# FR: continue-t-il, a-t-il, etc. - "t" euphonique/analogique dans l'inversion sujet-verbe



## Whodunit

*Moderator note*: multiple threads merged to create this one

I’ve got so many questions, because I started learning French in school and we doesn’t learn it fast enough to me, so here’re my questions:

1st Do you have to put a “-t-” between “continue” and “il”?
        e.g.: “Comment continue-(t-)il?”
    and in the preterit ?
        e.g.: “Comment continuait-(t-)il?”

[...]


----------



## ishatar

1. Yes, because continue-il would sound very ugly (and is simply incorrect).

[...]


----------



## Focalist

1. 
_Continue-t-il_, but _Continuait-il_.
You have to put a linking -t whenever -il follows a verb that does not end in t (or d). "Continuait" already has that t.

[...]


----------



## Aoyama

[...]

Here are some food for thought :
the -t-il /-t-elle form (question or inverted ) is called a _euphonic T_ , used as a kind of _liaison_ (analogical liaison) because of the phonetical hiatus caused by two vowels (here *e* and *i* ).


----------



## CélineK.

Il y a des textes du niveau avancé qui présentent l'inversion des verbes
-er comme ça.  Le problème c'est que, quand le dernier son du verbe est un "t", il semble superflu d'ajouter un autre "t".  Peut-on écrire: "écoute il...?"  "chante il?"  etc.


----------



## timpeac

Non - on met "chante-t-il" etc parce que ça se prononce "chanteh til".


----------



## tiwika

I don't quite know how to use the t you put in between... And this doesn't feel quite right..

Why did she start with the singing?
my attempt:
Pourquoi a-t-elle commencé avec la chanson ?


When and why did she start to sing alone?
my attempt
Quand et pourquoi a-t-elle commencé à chanter seule?

Merci d'avance


----------



## pieanne

The 't' is inserted to make the pronounciation easier... You use it whenthe verb ends with a vowel, and the following pronoun begins with a vowel:
quand a-t-il/a-t-elle/a-t-on commencé...


----------



## tie-break

tiwika said:


> Pourquoi a-t-elle commencé avec la chanson ? […]
> Quand et pourquoi a-t-elle commencé à chanter seule?


Tes phrases me semblent correctes


----------



## Jfoe

What is the reason for a "t" instead of just "il" (besides better flow, if there is one)?


----------



## bloomiegirl

I believe that it is strictly for the sake of pronunciation. See this Wiki article.


----------



## CapnPrep

This is not really a case of liaison (anymore), but the information in the Wikipedia article is correct. The "t" is an analogical extension of the 3rd person verb ending of certain verbs in older stages of French.

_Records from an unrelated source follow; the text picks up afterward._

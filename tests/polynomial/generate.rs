//! Random polynomials of the sizes met in practice.

use mainspring::algebra::monomial::{Monomial, Var};
use mainspring::algebra::number::{Rational, rational};
use mainspring::algebra::polynomial::Poly;
use num_bigint::BigInt;
use num_traits::pow::Pow;
use proptest::collection::vec;
use proptest::prelude::*;

/// Mostly small coefficients, now and then one beyond a machine word.
pub fn coefficient() -> impl Strategy<Value = Rational> {
    prop_oneof![
        8 => (-9i64..=9, 1i64..=4).prop_map(|(n, d)| rational(n, d)),
        1 => any::<i64>().prop_map(|n| rational(n, 1)),
        1 => (any::<i64>(), 2u32..4).prop_map(|(n, k)| Rational::from_integer(BigInt::from(n).pow(k))),
    ]
}

pub fn monomial(vars: u32, exponents: std::ops::RangeInclusive<i32>) -> impl Strategy<Value = Monomial> {
    vec((0..vars, exponents), 0..=3)
        .prop_map(|pairs| Monomial::from_pairs(pairs.into_iter().map(|(v, e)| (Var::new(v), e))))
}

/// A Laurent polynomial in four variables.
pub fn laurent() -> impl Strategy<Value = Poly> {
    vec((monomial(4, -2..=3), coefficient()), 0..=6).prop_map(Poly::from_terms)
}

/// A polynomial with integer coefficients in `vars` variables that is neither constant nor a single term.
pub fn sum_of_terms(vars: u32, terms: std::ops::RangeInclusive<usize>) -> impl Strategy<Value = Poly> {
    vec((monomial(vars, 0..=2), (-6i64..=6).prop_map(|n| rational(n, 1))), terms)
        .prop_map(Poly::from_terms)
        .prop_filter("a sum", |p| p.len() > 1)
}

pub fn nonzero(p: Poly) -> Poly {
    if p.is_zero() { Poly::one() } else { p }
}
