//! Integers across the border of the machine word, and the division of the big-integer library underneath.

use mainspring::algebra::factor::integer_factors;
use mainspring::algebra::number::Int;
use num_bigint::{BigInt, Sign};
use num_integer::Integer;
use num_traits::pow::Pow;
use num_traits::{One, Signed};
use proptest::collection::vec;
use proptest::prelude::*;

fn digits(most: usize) -> impl Strategy<Value = BigInt> {
    let word = prop_oneof![4 => any::<u64>(), 1 => Just(0), 1 => Just(u64::MAX), 1 => Just(1 << 63)];
    (any::<bool>(), vec(word, 1..=most)).prop_map(|(minus, words)| {
        let bytes: Vec<u8> = words.iter().flat_map(|w| w.to_le_bytes()).collect();
        BigInt::from_bytes_le(if minus { Sign::Minus } else { Sign::Plus }, &bytes)
    })
}

fn near_the_border() -> impl Strategy<Value = BigInt> {
    prop_oneof![
        any::<i8>().prop_map(BigInt::from),
        any::<i64>().prop_map(BigInt::from),
        any::<i8>().prop_map(|k| BigInt::from(i64::MAX) + k),
        any::<i8>().prop_map(|k| BigInt::from(i64::MIN) + k),
        digits(3),
    ]
}

proptest! {
    #![proptest_config(ProptestConfig::with_cases(400))]

    #[test]
    fn division_with_remainder_up_to_400_words(n in digits(400), d in digits(400)) {
        prop_assume!(d.sign() != Sign::NoSign);
        let (q, r) = n.div_rem(&d);
        prop_assert_eq!(&q * &d + &r, n.clone());
        prop_assert!(r.abs() < d.abs());
        let product = &n * &d;
        prop_assert_eq!(product.div_rem(&d), (n, BigInt::from(0)));
    }

    #[test]
    fn words_and_big_integers_agree(a in near_the_border(), b in near_the_border(), p in 3u64..1 << 62) {
        let (x, y) = (Int::from(&a), Int::from(&b));
        prop_assert_eq!(matches!(x, Int::Small(_)), i64::try_from(&a).is_ok());
        prop_assert_eq!((&x + &y).to_bigint(), &a + &b);
        prop_assert_eq!((&x - &y).to_bigint(), &a - &b);
        prop_assert_eq!((&x * &y).to_bigint(), &a * &b);
        prop_assert_eq!((-&x).to_bigint(), -&a);
        prop_assert_eq!(x.cmp(&y), a.cmp(&b));
        prop_assert_eq!(x.gcd(&y).to_bigint(), a.gcd(&b));
        prop_assert_eq!(x.bits(), a.bits());
        prop_assert_eq!(BigInt::from(x.rem_u64(p)), a.mod_floor(&BigInt::from(p)));
        prop_assert_eq!(x.pow(3).to_bigint(), Pow::pow(&a, 3u32));
        prop_assert_eq!(Int::from((&x - &y).to_bigint()), &x - &y);
        if !y.is_zero() {
            let (q, r) = x.div_rem(&y);
            prop_assert_eq!((q.to_bigint(), r.to_bigint()), a.div_rem(&b));
            prop_assert_eq!((&x * &y).div_exact(&y), x);
        }
    }

    #[test]
    fn integer_factors_multiply_back_and_are_coprime(a in 2u64.., b in 2u64..5000, n in digits(3)) {
        for n in [n, BigInt::from(a), BigInt::from(a) * b * b] {
            prop_assume!(n.sign() != Sign::NoSign);
            let factors = integer_factors(&n);
            let product = factors.iter().fold(BigInt::one(), |all, (f, e)| all * Pow::pow(f, *e));
            prop_assert_eq!(product, n.abs());
            for (k, (f, _)) in factors.iter().enumerate() {
                prop_assert!(*f > BigInt::one());
                prop_assert!(factors[..k].iter().all(|(g, _)| g < f && g.gcd(f).is_one()));
            }
        }
    }
}
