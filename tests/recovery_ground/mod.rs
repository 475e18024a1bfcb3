//! A field with named symbols and a small reader of formulas, for the recovery tests.

use mainspring::algebra::field::{Field, Relation};
use mainspring::algebra::formula::Formula;
use mainspring::algebra::generator::{Element, Role, Special};
use mainspring::algebra::monomial::Var;
use mainspring::algebra::number::rational;
use mainspring::algebra::polynomial::Poly;

/// Symbols by name.
pub struct Ground {
    pub field: Field,
    vars: Vec<(String, Var)>,
}

impl Ground {
    /// Prices and income are positive; parameters are positive where they are written with a plus sign before them.
    pub fn new(prices: &str, income: &str, parameters: &str) -> Ground {
        let mut ground = Ground { field: Field::new(), vars: Vec::new() };
        for name in parameters.split_whitespace() {
            let plain = name.trim_start_matches('+');
            let var = ground.declare(plain, Role::Parameter);
            if plain != name {
                ground.field.assume(&Poly::var(var), Relation::Positive);
            }
        }
        for name in prices.split_whitespace() {
            ground.declare(name, Role::Price);
        }
        for name in income.split_whitespace() {
            ground.declare(name, Role::Income);
        }
        ground
    }

    pub fn declare(&mut self, name: &str, role: Role) -> Var {
        let var = self.field.symbol(name, role);
        self.vars.push((name.to_string(), var));
        var
    }

    pub fn var(&self, name: &str) -> Var {
        self.vars.iter().find(|(n, _)| n == name).map(|(_, v)| *v).unwrap_or_else(|| panic!("{name} is not declared"))
    }

    pub fn vars(&self, names: &str) -> Vec<Var> {
        names.split_whitespace().map(|n| self.var(n)).collect()
    }

    pub fn show(&self, e: &Element) -> String {
        written(&self.field.formula(e))
    }

    pub fn read(&self, text: &str) -> Element {
        let tokens = tokens(text);
        let mut at = 0;
        let e = self.sum(&tokens, &mut at);
        assert_eq!(at, tokens.len(), "{text}");
        e
    }

    fn sum(&self, t: &[String], at: &mut usize) -> Element {
        let mut total = self.product(t, at);
        while *at < t.len() && (t[*at] == "+" || t[*at] == "-") {
            let minus = t[*at] == "-";
            *at += 1;
            let next = self.product(t, at);
            total = &self.field.current(&total) + &(if minus { next.neg() } else { next });
        }
        total
    }

    fn product(&self, t: &[String], at: &mut usize) -> Element {
        if t[*at] == "-" {
            *at += 1;
            return self.product(t, at).neg();
        }
        let mut total = self.power(t, at);
        while *at < t.len() && (t[*at] == "*" || t[*at] == "/") {
            let over = t[*at] == "/";
            *at += 1;
            let next = self.power(t, at);
            total = if over {
                self.field.quotient(&total, &next).expect("a divisor")
            } else {
                self.field.product(&total, &next)
            };
        }
        total
    }

    fn power(&self, t: &[String], at: &mut usize) -> Element {
        let base = self.atom(t, at);
        if *at >= t.len() || t[*at] != "^" {
            return base;
        }
        *at += 1;
        let minus = t[*at] == "-";
        *at += usize::from(minus);
        let exponent = self.power(t, at);
        let exponent = if minus { exponent.neg() } else { exponent };
        self.field.power(&base, &exponent).unwrap_or_else(|b| panic!("{b:?} in {t:?}"))
    }

    fn atom(&self, t: &[String], at: &mut usize) -> Element {
        let token = t[*at].clone();
        *at += 1;
        if token == "(" {
            let inner = self.sum(t, at);
            *at += 1;
            return inner;
        }
        if token.chars().next().is_some_and(|c| c.is_ascii_digit()) {
            return Poly::constant(&rational(token.parse().expect("a number"), 1));
        }
        if *at < t.len() && t[*at] == "(" {
            *at += 1;
            let inner = self.sum(t, at);
            *at += 1;
            let f = &self.field;
            return match token.as_str() {
                "ln" => f.ln(&inner),
                "exp" => f.exp(&inner),
                "sqrt" => f.sqrt(&inner),
                "Ei" => f.special(Special::Ei, &inner),
                "erf" => f.special(Special::Erf, &inner),
                other => panic!("{other} is no function"),
            }
            .unwrap_or_else(|b| panic!("{b:?} in {t:?}"));
        }
        self.field.current(&Poly::var(self.var(&token)))
    }
}

/// A formula on one line.
fn written(f: &Formula) -> String {
    let inside = |f: &Formula| match f {
        Formula::Number(_) | Formula::Symbol(_) | Formula::Call(..) => written(f),
        other => format!("({})", written(other)),
    };
    match f {
        Formula::Number(q) => q.to_string(),
        Formula::Symbol(symbol) => symbol.plain.clone(),
        Formula::Sum(terms) => terms.iter().map(written).collect::<Vec<_>>().join(" + ").replace("+ -", "- "),
        Formula::Negative(inner) => format!("-{}", inside(inner)),
        Formula::Product(factors) => factors.iter().map(inside).collect::<Vec<_>>().join("*"),
        Formula::Quotient(above, below) => format!("{}/{}", inside(above), inside(below)),
        Formula::Power(base, exponent) => format!("{}^{}", inside(base), inside(exponent)),
        Formula::Call(function, argument) => {
            format!("{}({})", format!("{function:?}").to_lowercase(), written(argument))
        }
    }
}

fn tokens(text: &str) -> Vec<String> {
    let mut out: Vec<String> = Vec::new();
    let mut word = String::new();
    for c in text.chars() {
        if c.is_alphanumeric() || c == '_' {
            word.push(c);
            continue;
        }
        if !word.is_empty() {
            out.push(std::mem::take(&mut word));
        }
        if !c.is_whitespace() {
            out.push(c.to_string());
        }
    }
    if !word.is_empty() {
        out.push(word);
    }
    out
}
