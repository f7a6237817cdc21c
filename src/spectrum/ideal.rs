//! The published noise formula of an ideal modulator.

use std::f64::consts::{PI, TAU};

/// Returns the phase noise of an ideal, well-randomised MASH before the loop, linear \[rad²/Hz\]:
/// `L_q(f) = (2π)²/(12·f_pfd)·[2·sin(πf/f_pfd)]^(2(m−1))`.
///
/// Single-sideband: the two-sided density of the phase equals L, no further −3 dB. The offset is folded by the sine, so
/// any f ≥ 0 has a value. Order 0 (no modulator) gives zero.
///
/// Source: Miller & Conley 1991, IEEE Trans. Instrum. Meas. 40; Riley, Copeland & Kwasniewski 1993, IEEE JSSC 28.
///
/// # Panics
/// For a PFD frequency that is not positive, or an offset that is no finite number.
///
/// # Examples
/// ```
/// use thornmap::{base::db_from_power, spectrum::ideal_density};
/// let level_dbc_per_hz = db_from_power(ideal_density(3, 100e3, 10e6));
/// assert!((level_dbc_per_hz + 112.904).abs() < 5e-4);
/// ```
#[must_use]
pub fn ideal_density(order: u8, offset_hz: f64, pfd_hz: f64) -> f64 {
    assert!(pfd_hz > 0.0 && pfd_hz.is_finite() && offset_hz.is_finite(), "offset {offset_hz} Hz at {pfd_hz} Hz");
    let Some(zeros) = order.checked_sub(1) else { return 0.0 };
    TAU * TAU / (12.0 * pfd_hz) * (2.0 * (PI * offset_hz / pfd_hz).sin()).powi(2 * i32::from(zeros))
}

/// Returns the rms phase \[rad\] of that noise over the whole Nyquist band, unfiltered: `2π·sqrt(C(2m−2, m−1)/12)`.
///
/// Order 0 gives zero.
#[must_use]
pub fn ideal_phase_rms_rad(order: u8) -> f64 {
    let Some(zeros) = order.checked_sub(1).map(u32::from) else { return 0.0 };
    let mut central = 1.0;
    for step in 1..=zeros {
        central *= f64::from(zeros + step) / f64::from(step);
    }
    TAU * (central / 12.0).sqrt()
}

#[cfg(test)]
mod tests {
    use super::*;
    use crate::base::db_from_power;

    #[test]
    fn published_levels() {
        // CHECKS "Spectra and tones": computed from the published formula (Egan, App. M; Miller & Conley 1991).
        let cases = [(3, 100e3, 10e6, -112.904), (3, 1e6, 26e6, -93.692), (4, 1e6, 26e6, -106.049)];
        for (order, offset_hz, pfd_hz, level) in cases {
            let found = db_from_power(ideal_density(order, offset_hz, pfd_hz));
            assert!((found - level).abs() < 6e-4, "order {order}: {found}");
        }
        assert_eq!(ideal_density(0, 1e5, 1e7), 0.0);
    }

    #[test]
    fn the_band_holds_the_rms_phase() {
        // CHECKS: computed, 2.5651, 4.4429, 8.1116 rad for orders 2, 3, 4.
        for (order, known) in [(2, 2.5651), (3, 4.4429), (4, 8.1116)] {
            assert!((ideal_phase_rms_rad(order) - known).abs() < 5e-5, "order {order}");
            // The trapezium rule over a whole period of a trigonometric polynomial is exact.
            let mean_square: f64 = (0..64).map(|k| ideal_density(order, f64::from(k) / 64.0, 1.0)).sum::<f64>() / 64.0;
            assert!((mean_square.sqrt() / ideal_phase_rms_rad(order) - 1.0).abs() < 1e-13, "order {order}");
        }
    }
}
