//! How much noise stands around a line: a line below it is noise.

use num_complex::Complex64;

use super::Density;

/// The bins that speak for the noise around a line.
#[derive(Debug, Clone, Copy, PartialEq, Eq)]
pub struct Neighbourhood {
    /// Bins left out on each side of the line, itself included at 0.
    pub excluded: usize,
    /// Bins taken on each side beyond those.
    pub taken: usize,
}

impl Neighbourhood {
    /// Returns the indices around `bin` within `first..=last`.
    fn bins(self, bin: usize, first: usize, last: usize) -> impl Iterator<Item = usize> {
        let reach = self.excluded + self.taken;
        let low = bin.saturating_sub(reach).max(first);
        let high = (bin + reach).min(last);
        (low..=high).filter(move |other| other.abs_diff(bin) > self.excluded)
    }
}

/// Fewest neighbours from which a median is taken.
const LEAST_NEIGHBOURS: usize = 8;

/// Returns the median, or `None` with too few values.
fn median(mut values: Vec<f64>) -> Option<f64> {
    if values.len() < LEAST_NEIGHBOURS {
        return None;
    }
    values.sort_by(f64::total_cmp);
    let middle = values.len() / 2;
    Some(if values.len() % 2 == 1 { values[middle] } else { f64::midpoint(values[middle - 1], values[middle]) })
}

/// Returns the mean power \[unit²\] of noise on one line near `bin`, from the lines of one period.
///
/// It is the median of `|c|²` around, divided by ln 2: noise lines are complex Gaussian, their power is exponential.
/// The median keeps other tones out. `None` with fewer than 8 neighbours.
#[must_use]
pub fn local_line_power(lines: &[Complex64], bin: usize, around: Neighbourhood) -> Option<f64> {
    let last = lines.len().checked_sub(1)?;
    let powers = around.bins(bin, 1, last).map(|k| lines[k].norm_sqr()).collect();
    median(powers).map(|value| value / std::f64::consts::LN_2)
}

impl Density {
    /// Returns the noise density \[unit²/Hz\] around a bin: the median of the neighbours, corrected to a mean.
    ///
    /// The median of n averaged exponentials lies at `(1 − 1/(9n))³` of the mean (Wilson & Hilferty 1931).
    /// `None` with fewer than 8 neighbours. The excluded bins must cover the main lobe of the window.
    #[must_use]
    pub fn local_noise(&self, bin: usize, around: Neighbourhood) -> Option<f64> {
        let around = Neighbourhood { excluded: around.excluded.max(self.settings().window.half_lobe_bins()), ..around };
        let values = around.bins(bin, 1, self.values().len()).filter_map(|k| self.at_bin(k)).collect();
        let median_to_mean = (1.0 - 1.0 / (9.0 * self.independent_averages())).powi(3);
        median(values).map(|value| value / median_to_mean)
    }
}
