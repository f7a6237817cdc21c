//! The survey's exact path, and its band path, against a vectorised numpy and scipy script that does the same work, on the same cores:
//! `cargo bench --bench against_numpy`. Needs `python3` with numpy and scipy (`THORNMAP_PYTHON` names another one).
//!
//! Both sides survey the same channels with the same record, window, band and outputs; runs alternate, and a figure is
//! the median of the ratios of paired runs. The levels and noise of both sides are compared channel by channel.

#![allow(clippy::print_stdout, clippy::print_stderr, reason = "a bench prints what it measured")]
#![allow(clippy::unwrap_used, reason = "a bench fails by panicking")]

mod script;
mod survey;

use std::process::ExitCode;
use std::time::Instant;

use script::{Found, Script};
use survey::{Engine, Job, Transform};

/// Paired runs of each comparison.
const PAIRS: usize = 7;
/// Channels of one run.
const CHANNELS: usize = 192;
/// Channels of one run on one core beside the bare transform.
const ALONE: usize = 64;
/// Channels, and transforms, in a row.
const TURN: usize = 8;
/// Largest difference of levels and noise between both sides \[dB\]: rounding on levels near −60 dBc, where the
/// strongest bin is some 100 dB higher, stays far below.
const TOLERANCE_DB: f64 = 1e-6;
/// Largest difference between the engines \[dB\].
const BAND_TOLERANCE_DB: f64 = 0.1;
/// Engines and how they are called.
const ENGINES: [(Engine, &str); 2] = [(Engine::Exact, "exact path"), (Engine::Band, "band path ")];

fn main() -> ExitCode {
    let mut job = Job::new(CHANNELS);
    println!("{}", job.describe());
    println!("one channel on one core against the bare real FFT of its record, medians of {PAIRS} paired runs:");
    for (engine, name) in ENGINES {
        job.engine = engine;
        beside_the_transform(&job, name);
    }
    let mut agree = compare_engines(&mut job);
    let mut script = match Script::start(&job) {
        Ok(script) => script,
        Err(reason) => {
            eprintln!("no comparison with numpy: {reason}");
            return ExitCode::from(2);
        }
    };
    println!("\nagainst {} on {} cores, {CHANNELS} channels a run:", script.versions, job.cores());
    job.engine = Engine::Exact;
    agree &= compare_numbers(&job, &mut script);
    for (route, what) in [
        ("output", "script through the divider's outputs"),
        ("residue", "script with the short cut over the third residue"),
    ] {
        for (engine, name) in ENGINES {
            job.engine = engine;
            beside_the_script(&job, name, &mut script, (route, what));
        }
    }
    let ratio = script.transform_s() / Transform::new(&job).shortest_s(30);
    println!("  scipy's real FFT of the record alone takes {ratio:.2} x ours");
    if agree { ExitCode::SUCCESS } else { ExitCode::FAILURE }
}

/// Compares surveys on all cores with those of the script.
fn beside_the_script(job: &Job, name: &str, script: &mut Script, (route, what): (&str, &str)) {
    let (mut ratios, mut ours, mut theirs) = (Vec::new(), Vec::new(), Vec::new());
    for _ in 0..PAIRS {
        let theirs_s = script.time(route);
        let ours_s = seconds(|| drop(job.survey()));
        ratios.push(theirs_s / ours_s);
        ours.push(1e3 * ours_s / CHANNELS as f64);
        theirs.push(1e3 * theirs_s / CHANNELS as f64);
    }
    println!(
        "  {name} is {:5.1} x the {what} ({:.3} and {:.3} ms a channel; ratios {:.1} … {:.1})",
        median(&mut ratios),
        median(&mut ours),
        median(&mut theirs),
        ratios[0],
        ratios[PAIRS - 1],
    );
}

/// Compares a channel on one core with the bare transform of its record.
fn beside_the_transform(job: &Job, name: &str) {
    let mut transform = Transform::new(job);
    let mut worker = job.worker();
    let (mut ratios, mut bare) = (Vec::new(), Vec::new());
    for _ in 0..PAIRS {
        // A few of each in turn: what else the machine does falls on both, and each finds its own buffers in the cache.
        let (mut transforms_s, mut channels_s) = (Vec::new(), Vec::new());
        for group in job.channels()[..ALONE].chunks(TURN) {
            transforms_s.extend(group.iter().map(|_| transform.seconds()));
            for channel in group {
                channels_s.push(seconds(|| {
                    std::hint::black_box(job.channel(channel, &mut worker));
                }));
            }
        }
        ratios.push(median(&mut channels_s) / median(&mut transforms_s));
        bare.push(median(&mut transforms_s));
    }
    println!(
        "  {name} takes {:.2} x the transform ({:.3} ms; ratios {:.2} … {:.2})",
        median(&mut ratios),
        1e3 * median(&mut bare),
        ratios[0],
        ratios[PAIRS - 1],
    );
}

/// Prints the largest differences of levels and noise; returns whether they are within the tolerance.
fn compare_numbers(job: &Job, script: &mut Script) -> bool {
    let ours = job.survey();
    let mut agree = true;
    for route in ["output", "residue"] {
        let theirs = script.show(route);
        assert_eq!(ours.len(), theirs.len(), "one result for each channel");
        let (mut worst_db, mut lines) = (0.0f64, 0);
        for (ours, Found { levels, noise_rad }) in ours.iter().zip(&theirs) {
            let known = ours.levels_dbc.iter().flatten().count();
            assert_eq!(known, levels.len(), "the same lines lie in the band");
            for (harmonic, level_dbc) in levels {
                let own = ours.levels_dbc[harmonic - 1].expect("the same lines lie in the band");
                worst_db = worst_db.max((own - level_dbc).abs());
                lines += 1;
            }
            worst_db = worst_db.max(20.0 * (ours.noise_rad / noise_rad).log10().abs());
        }
        assert!(lines > CHANNELS, "only {lines} lines were compared");
        let verdict = if worst_db <= TOLERANCE_DB { "equal" } else { "NOT EQUAL" };
        println!(
            "  {lines} levels and {} noise figures are {verdict} within {TOLERANCE_DB:e} dB ({route}: worst {worst_db:.1e} dB)",
            theirs.len()
        );
        agree &= worst_db <= TOLERANCE_DB;
    }
    agree
}

/// Prints the largest differences between the engines; returns whether they are within the tolerance.
fn compare_engines(job: &mut Job) -> bool {
    job.engine = Engine::Exact;
    let exact = job.survey();
    job.engine = Engine::Band;
    let (mut worst_db, mut worst_noise_db, mut lines) = (0.0f64, 0.0f64, 0);
    for (exact, band) in exact.iter().zip(job.survey()) {
        // A line below the noise in its own width is noise: a reading nobody relies on.
        let least_dbc = job.noise_of_a_line_dbc(exact.noise_rad);
        let levels = exact.levels_dbc.iter().flatten().zip(band.levels_dbc.iter().flatten());
        for (exact, band) in levels.filter(|(exact, _)| **exact > least_dbc) {
            worst_db = worst_db.max((exact - band).abs());
            lines += 1;
        }
        worst_noise_db = worst_noise_db.max(20.0 * (exact.noise_rad / band.noise_rad).log10().abs());
    }
    assert!(lines > CHANNELS, "only {lines} lines were compared");
    let agree = worst_db.max(worst_noise_db) <= BAND_TOLERANCE_DB;
    let verdict = if agree { "agree" } else { "DO NOT AGREE" };
    println!(
        "  both {verdict} within {BAND_TOLERANCE_DB} dB: {lines} levels above their noise {worst_db:.4} dB, noise {worst_noise_db:.4} dB at worst"
    );
    agree
}

/// Returns the seconds that something takes.
fn seconds(work: impl FnOnce()) -> f64 {
    let begin = Instant::now();
    work();
    begin.elapsed().as_secs_f64()
}

/// Sorts and returns the middle of an odd number of values.
fn median(values: &mut [f64]) -> f64 {
    values.sort_by(f64::total_cmp);
    values[values.len() / 2]
}
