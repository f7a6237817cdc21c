//! From a line of the phase to the level of a sideband.

use std::f64::consts::TAU;

use crate::base::db_from_power;

/// Returns the single-sideband level \[dBc\] of a phase line with coefficient magnitude `|c|` \[cycles\]: `20·log10(2π|c|)`.
///
/// `2π|c|` is half the peak phase deviation. Small angles only: against the carrier that is left the true
/// sideband (Bessel, J₁/J₀) is higher, by 0.01 dB at −26 dBc and 0.28 dB at −12 dBc. `None` for a zero, negative or not finite amplitude: no line, not "−∞ dBc".
///
/// # Examples
/// ```
/// use thornmap::spectrum::sideband_dbc;
/// // 0.1 rad peak: −26.021 dBc.
/// let level = sideband_dbc(0.05 / std::f64::consts::TAU).unwrap();
/// assert!((level + 26.0206).abs() < 1e-4);
/// ```
#[must_use]
pub fn sideband_dbc(amplitude_cycles: f64) -> Option<f64> {
    (amplitude_cycles > 0.0 && amplitude_cycles.is_finite()).then(|| db_from_power((TAU * amplitude_cycles).powi(2)))
}

/// Returns a level \[dBc\] after a divider: `20·log10 P` lower, at the same offset.
///
/// # Panics
/// For a divider of zero.
#[must_use]
pub fn divided_dbc(level_dbc: f64, divider: u64) -> f64 {
    assert!(divider > 0, "a divider divides by at least 1");
    level_dbc - db_from_power((divider as f64).powi(2))
}
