//! From samples to lines and densities: the only stage that names an FFT crate.
//!
//! Normalisation, stated once for the whole stage:
//! - a **line** is `c_k = (1/T)·Σ x[n]·e^{−j2πkn/T}`, in the unit of the samples; a real tone `A·cos(…)` has `|c| = A/2`;
//! - a **density** is two-sided, in unit²/Hz, so that its integral over `−f_s/2 … f_s/2` is the mean square. For a phase in
//!   radians it equals the single-sideband noise L directly: L is half the one-sided density (IEEE Std 1139), no further −3 dB.

mod band;
mod correlation;
mod density;
mod fft;
mod ideal;
mod local_noise;
pub mod oracle;
mod record;
mod sideband;
mod window;

pub use band::{BandPlan, BandSpectrum};
pub use correlation::{correlate, correlate_each};
pub use density::{Density, DensitySettings};
pub use fft::{FftScratch, FftStage};
pub use ideal::{ideal_density, ideal_phase_rms_rad};
pub use local_noise::{Neighbourhood, local_line_power};
pub use record::{RecordSpectrum, RecordWindow};
pub use sideband::{divided_dbc, sideband_dbc};
pub use window::Window;

use thiserror::Error;

/// Why a spectrum cannot be computed.
#[derive(Debug, Clone, PartialEq, Error)]
pub enum SpectrumError {
    /// The segment does not fit into the record, or is too short for a window.
    #[error("a segment of {segment} samples is outside {least} … {samples}, the length of the record")]
    SegmentOutOfRange {
        /// Length asked for.
        segment: usize,
        /// Shortest segment.
        least: usize,
        /// Samples in the record.
        samples: usize,
    },
    /// The sample rate is no positive number.
    #[error("a sample rate of {found_hz} Hz is not positive and finite")]
    SampleRate {
        /// The value found.
        found_hz: f64,
    },
    /// A sample is infinite or no number.
    #[error("sample {index} is {found}, not a finite number")]
    NotFinite {
        /// Position of the first such sample.
        index: usize,
        /// The sample.
        found: f64,
    },
}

According to linguists, the explanation for _modern_ French is that when there is subject-verb inversion, the 3rd person pronouns are pronounced [*t*il] (_il_ and _ils_), [*t*ɛl] (_elle_ and _elles_), and [*t*ɔ̃] (_on_). But orthographically, the [t] is represented either as part of the verb or as a disconnected letter, as in _appelle-t-il_.


----------



## Maurice92

A "t" is added when the verb ends with a vowel "e " or " non stressed a" as in  " mange-t-il ?
This is called a " t euphonique" , that is to say " for good pronunciation", for avoiding the sequence of two oral consonants.
The "t euphonique" has nothing to do with the normal ending of the 3rd person of the verb.
There is no need for a "t euphonique" when the verb end with a "t" or with any consonant.


----------



## MaybeLater

I don't think the "-t-" rule has been explained very clearly yet.

It is used in inversion when the subject begins with a vowel and the verb ends with a vowel. 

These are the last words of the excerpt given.